Whether you’re teaching college-level anatomy and physiology, an advanced high school anatomy course, or a basic biology course, cat dissection is one of the best ways to help your students understand mammalian musculature. While formalin-preserved cats have long been the standard for mammalian dissection, we highly recommend Carolina’s Perfect Solution® cats for your next dissection lesson. We’ll explain why, and then show you how to remove a specimen’s skin and give you some tips for studying mammalian musculature.

Why Carolina’s Perfect Solution® cats?

Carolina’s Perfect Solution® provides slow-firming action that gives specimens more lifelike tissues and organs with natural vivid colors and texture without the strong odors associated with formalin specimens. Teachers and students who have worked with Carolina’s Perfect Solution® specimens are consistently impressed with what they have seen and experienced. Here’s what anatomy instructor Patricia L. Kapkau of Whittemore-Prescott High School in Whittemore, MI, has to say:

The muscular system is easy to study using Carolina’s Perfect Solution® cats because with Perfect Solution the tissue is so pliable and realistic in color. It is easy to see striations and easy to work with the different muscle layers. I think the cat is a great specimen for muscle study as the muscles are well developed and are so similar to human anatomy.

How to remove a specimen’s skin

To begin studying muscle tissues, your students must first remove the specimen’s skin. If time is an issue, consider purchasing cats with their skin already removed so students can get right to work on actual muscle study. We offer Carolina’s Perfect Solution® Skinned Cats in several different sizes and injection types.

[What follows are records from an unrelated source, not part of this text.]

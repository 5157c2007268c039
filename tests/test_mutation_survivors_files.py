"""Tests written for the mutants of the verifier's file-handling modules that survived the first mutation run
(issue 15; ``tests/mutation_run.py``, ``python bench/bench_mutation.py``): the entry point (``__init__.py``),
shape limits and fields (``certificate.py``), the standard-library schema step (``schema.py``), the one JSON
reading (``sources.py``), digests, printing, the kit and every documented limit (``limits.py``). Each test
names the mutants it kills.

The outside sources: for a limit, the README's table of documented limits (section "Limits, and what a
rejection looks like"), read here, so that a limit shifted in ``limits.py`` no longer matches the documented
value the test builds its document from (exactly one past the limit: refused by the check that names it; at
the limit: accepted, or refused by another check); for the schema step, the reference library jsonschema
(``tests/schema_reference.py``); for printing, Unicode's character categories (``unicodedata``, as in
``tests/hostile_run.py``).
"""
import copy
import json
import re
from fractions import Fraction
from pathlib import Path

import pytest

from certify.verifier import verify
from certify.verifier.errors import Rejection
from hostile_run import assert_answered, run
from schema_reference import schema_violations as reference_violations
from soundness_pool import fresh

README = Path(__file__).resolve().parent.parent / "README.md"


def documented_limits() -> dict:
    """{row label: value} of the README's table of the verifier's limits."""
    text = README.read_text(encoding="utf-8")
    section = text.split("## Limits, and what a rejection looks like", 1)[1].split("\n## ", 1)[0]
    rows = {}
    for line in section.splitlines():
        cells = [cell.strip() for cell in line.strip().strip("|").split("|")]
        if line.startswith("| ") and len(cells) == 2 and cells[0] not in ("limit", "---"):
            rows[cells[0]] = cells[1]
    return rows


def documented(label: str, index: int = 0) -> int:
    """The ``index``-th number of the value of the README row whose label starts with ``label`` ('200 MB' is
    200,000,000 bytes)."""
    (value,) = [value for name, value in documented_limits().items() if name.startswith(label)]
    numbers = [(int(number.rstrip(",").replace(",", "")), unit)
               for number, unit in re.findall(r"(\d[\d,]*)\s*(MB)?", value)]
    number, unit = numbers[index]
    return number * 10 ** 6 if unit else number


def honest() -> dict:
    """An accepted torsion certificate (y² + xy + y = x³ − 19x + 26, Z/2 × Z/6 by cypari2's elltors: the
    pool's claim is checked against it in tests/test_soundness_false_claims.py)."""
    return fresh("torsion", 0)


def rejection(document, check: str = None) -> Rejection:
    with pytest.raises(Rejection) as caught:
        verify(document)
    if check is not None:
        assert caught.value.check == check, str(caught.value)
    return caught.value


def command_line(tmp_path, documents: dict) -> dict:
    """{name: verdict} of the bare verifier (``python -S -m certify.verifier --jsonl``) on one file per
    document (a JSON value, or the file's text), all in one run."""
    paths = {}
    for i, (name, document) in enumerate(documents.items()):
        path = tmp_path / f"document-{i}.json"
        path.write_text(document if isinstance(document, str) else json.dumps(document), encoding="utf-8")
        paths[str(path)] = name
    verdicts = assert_answered(run("bare verifier", "--jsonl", *paths), certificates=len(paths), jsonl=True)
    return {paths[verdict["file"]]: verdict for verdict in verdicts}


def with_metadata(value) -> dict:
    """The honest certificate carrying ``value`` in its metadata block, which the schemas leave free and the
    checks never read: only the shape limits can refuse it."""
    cert = honest()
    cert["metadata"] = {"note": value}
    return cert


def nested(depth: int) -> dict:
    """The honest certificate with its deepest array or object at ``depth`` (the document itself at 1): lists
    nested in the metadata block (at depth 2)."""
    value = []
    for _ in range(depth - 3):
        value = [value]
    cert = with_metadata(value)
    assert deepest(cert) == depth
    return cert


def deepest(value, depth: int = 1) -> int:
    """The nesting depth of the deepest array or object of a JSON value (0 for a scalar), by recursion."""
    if isinstance(value, dict):
        return max([depth] + [deepest(child, depth + 1) for child in value.values()])
    if isinstance(value, list):
        return max([depth] + [deepest(child, depth + 1) for child in value])
    return 0


# --- __init__.py ---

def test_an_unknown_format_is_refused_by_name():
    """Kills the deleted raise for an unknown format in verify_shaped (the lookup of its checker would fail
    with a KeyError): refused as "format", naming it, on the Python API and the command line alike."""
    failure = rejection({"format": "certify-something", "version": "1"}, "format")
    assert failure.values["format"] == "certify-something"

However, if time’s not an issue, it’s not difficult for students to remove a specimen’s skin themselves. Allow students at least one lab period for the task. Equipment needed includes forceps, scissors, and a blunt probe (not a needle). The blunt end of a scalpel handle can be used as a probe if the blade is first removed. Otherwise, do not use the scalpel for skin removal as it can damage the specimen. OK, let’s get started.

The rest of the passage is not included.